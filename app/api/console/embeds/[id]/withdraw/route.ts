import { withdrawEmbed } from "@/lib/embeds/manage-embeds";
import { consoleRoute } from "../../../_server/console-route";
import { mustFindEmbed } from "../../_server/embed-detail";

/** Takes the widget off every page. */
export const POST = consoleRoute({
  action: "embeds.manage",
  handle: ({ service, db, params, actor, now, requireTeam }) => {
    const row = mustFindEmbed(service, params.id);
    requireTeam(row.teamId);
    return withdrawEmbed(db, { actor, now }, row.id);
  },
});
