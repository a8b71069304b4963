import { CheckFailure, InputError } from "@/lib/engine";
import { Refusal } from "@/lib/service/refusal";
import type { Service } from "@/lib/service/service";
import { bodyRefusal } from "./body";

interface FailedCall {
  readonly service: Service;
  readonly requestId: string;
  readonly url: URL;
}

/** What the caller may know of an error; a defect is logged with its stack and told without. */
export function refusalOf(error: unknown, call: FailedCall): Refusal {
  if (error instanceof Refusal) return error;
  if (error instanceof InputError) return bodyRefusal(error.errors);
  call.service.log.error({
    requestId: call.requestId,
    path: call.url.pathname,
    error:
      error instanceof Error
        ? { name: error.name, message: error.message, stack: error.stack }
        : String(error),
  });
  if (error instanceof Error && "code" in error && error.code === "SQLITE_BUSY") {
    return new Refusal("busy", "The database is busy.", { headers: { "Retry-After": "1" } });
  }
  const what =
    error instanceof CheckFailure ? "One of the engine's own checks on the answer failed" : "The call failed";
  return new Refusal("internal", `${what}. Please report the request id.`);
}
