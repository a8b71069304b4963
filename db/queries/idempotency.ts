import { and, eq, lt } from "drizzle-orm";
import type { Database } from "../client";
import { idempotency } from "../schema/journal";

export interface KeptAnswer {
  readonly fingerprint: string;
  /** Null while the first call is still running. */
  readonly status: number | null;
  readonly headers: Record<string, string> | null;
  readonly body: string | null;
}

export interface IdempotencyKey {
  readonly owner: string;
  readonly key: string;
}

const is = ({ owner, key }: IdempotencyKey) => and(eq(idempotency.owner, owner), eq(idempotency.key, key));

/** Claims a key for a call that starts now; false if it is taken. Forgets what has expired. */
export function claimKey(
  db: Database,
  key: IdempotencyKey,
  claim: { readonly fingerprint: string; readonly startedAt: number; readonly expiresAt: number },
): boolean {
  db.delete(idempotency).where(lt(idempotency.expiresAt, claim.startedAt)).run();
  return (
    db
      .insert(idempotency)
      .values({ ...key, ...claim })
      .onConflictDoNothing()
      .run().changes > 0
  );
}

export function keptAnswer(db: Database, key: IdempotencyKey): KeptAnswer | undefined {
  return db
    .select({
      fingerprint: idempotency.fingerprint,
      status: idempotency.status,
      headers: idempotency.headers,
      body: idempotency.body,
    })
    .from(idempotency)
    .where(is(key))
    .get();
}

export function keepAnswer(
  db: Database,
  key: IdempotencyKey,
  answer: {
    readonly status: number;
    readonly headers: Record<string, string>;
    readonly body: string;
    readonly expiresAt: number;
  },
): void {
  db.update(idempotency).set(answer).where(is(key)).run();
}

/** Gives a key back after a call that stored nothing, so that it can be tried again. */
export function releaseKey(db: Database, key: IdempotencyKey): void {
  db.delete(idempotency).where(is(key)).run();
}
==
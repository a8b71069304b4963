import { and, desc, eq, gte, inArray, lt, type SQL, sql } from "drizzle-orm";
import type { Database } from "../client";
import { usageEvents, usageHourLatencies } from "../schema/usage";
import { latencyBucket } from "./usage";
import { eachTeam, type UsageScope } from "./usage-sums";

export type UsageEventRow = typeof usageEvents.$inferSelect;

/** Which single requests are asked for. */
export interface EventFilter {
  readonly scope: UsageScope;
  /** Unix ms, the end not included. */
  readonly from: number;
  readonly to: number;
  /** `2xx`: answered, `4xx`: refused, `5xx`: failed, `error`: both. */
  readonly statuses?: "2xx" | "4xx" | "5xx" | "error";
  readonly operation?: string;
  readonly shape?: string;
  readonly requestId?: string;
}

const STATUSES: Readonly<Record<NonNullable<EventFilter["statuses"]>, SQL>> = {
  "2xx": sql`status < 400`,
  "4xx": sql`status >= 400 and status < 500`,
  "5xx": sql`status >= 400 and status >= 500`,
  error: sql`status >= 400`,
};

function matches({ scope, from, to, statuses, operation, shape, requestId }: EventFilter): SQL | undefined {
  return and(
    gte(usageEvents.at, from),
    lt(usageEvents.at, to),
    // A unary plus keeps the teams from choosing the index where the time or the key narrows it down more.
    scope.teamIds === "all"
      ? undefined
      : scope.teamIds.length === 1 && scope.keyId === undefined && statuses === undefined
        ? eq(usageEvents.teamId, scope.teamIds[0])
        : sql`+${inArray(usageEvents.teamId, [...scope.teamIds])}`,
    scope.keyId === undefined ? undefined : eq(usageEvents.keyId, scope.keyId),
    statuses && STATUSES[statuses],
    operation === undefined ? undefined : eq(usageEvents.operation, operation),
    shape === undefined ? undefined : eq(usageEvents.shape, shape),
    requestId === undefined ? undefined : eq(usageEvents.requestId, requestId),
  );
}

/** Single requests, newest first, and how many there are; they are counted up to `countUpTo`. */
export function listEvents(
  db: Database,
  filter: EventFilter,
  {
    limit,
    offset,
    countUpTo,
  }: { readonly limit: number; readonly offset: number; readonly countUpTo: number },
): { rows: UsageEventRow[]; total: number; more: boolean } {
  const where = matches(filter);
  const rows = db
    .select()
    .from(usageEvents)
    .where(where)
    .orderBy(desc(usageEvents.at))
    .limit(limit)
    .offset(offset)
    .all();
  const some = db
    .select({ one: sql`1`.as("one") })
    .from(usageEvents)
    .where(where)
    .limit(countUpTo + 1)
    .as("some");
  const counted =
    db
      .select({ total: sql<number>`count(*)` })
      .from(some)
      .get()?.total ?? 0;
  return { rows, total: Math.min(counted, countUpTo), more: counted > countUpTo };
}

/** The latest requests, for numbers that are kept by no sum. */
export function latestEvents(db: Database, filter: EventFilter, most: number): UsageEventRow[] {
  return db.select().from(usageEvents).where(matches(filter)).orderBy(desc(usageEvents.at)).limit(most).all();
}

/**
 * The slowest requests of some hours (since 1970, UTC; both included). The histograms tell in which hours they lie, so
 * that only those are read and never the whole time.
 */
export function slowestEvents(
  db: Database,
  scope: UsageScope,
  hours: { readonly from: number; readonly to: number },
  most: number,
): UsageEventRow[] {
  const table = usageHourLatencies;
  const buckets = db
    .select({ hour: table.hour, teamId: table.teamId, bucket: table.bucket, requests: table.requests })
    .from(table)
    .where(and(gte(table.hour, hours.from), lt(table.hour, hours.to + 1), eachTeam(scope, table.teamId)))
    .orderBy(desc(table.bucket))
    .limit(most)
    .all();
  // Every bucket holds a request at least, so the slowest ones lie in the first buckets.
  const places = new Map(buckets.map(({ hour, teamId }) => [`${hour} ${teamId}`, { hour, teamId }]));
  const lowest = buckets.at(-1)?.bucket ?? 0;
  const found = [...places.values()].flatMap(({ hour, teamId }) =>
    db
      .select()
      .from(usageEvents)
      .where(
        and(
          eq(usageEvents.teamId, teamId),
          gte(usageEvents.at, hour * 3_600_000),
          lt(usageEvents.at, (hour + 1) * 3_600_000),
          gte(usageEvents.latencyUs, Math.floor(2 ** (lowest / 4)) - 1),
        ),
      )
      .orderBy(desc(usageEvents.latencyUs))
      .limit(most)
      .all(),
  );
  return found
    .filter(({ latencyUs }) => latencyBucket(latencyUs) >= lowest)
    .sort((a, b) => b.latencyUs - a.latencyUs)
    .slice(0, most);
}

### Task
If a line of the records includes the string "return", copy it out.

### Solution to this problem
    return withdrawEmbed(db, { actor, now }, row.id);
  if (error instanceof Refusal) return error;
  if (error instanceof InputError) return bodyRefusal(error.errors);
    return new Refusal("busy", "The database is busy.", { headers: { "Retry-After": "1" } });
  return new Refusal("internal", `${what}. Please report the request id.`);
  return (
  return db
  return and(
  return { rows, total: Math.min(counted, countUpTo), more: counted > countUpTo };
  return db.select().from(usageEvents).where(matches(filter)).orderBy(desc(usageEvents.at)).limit(most).all();
  return found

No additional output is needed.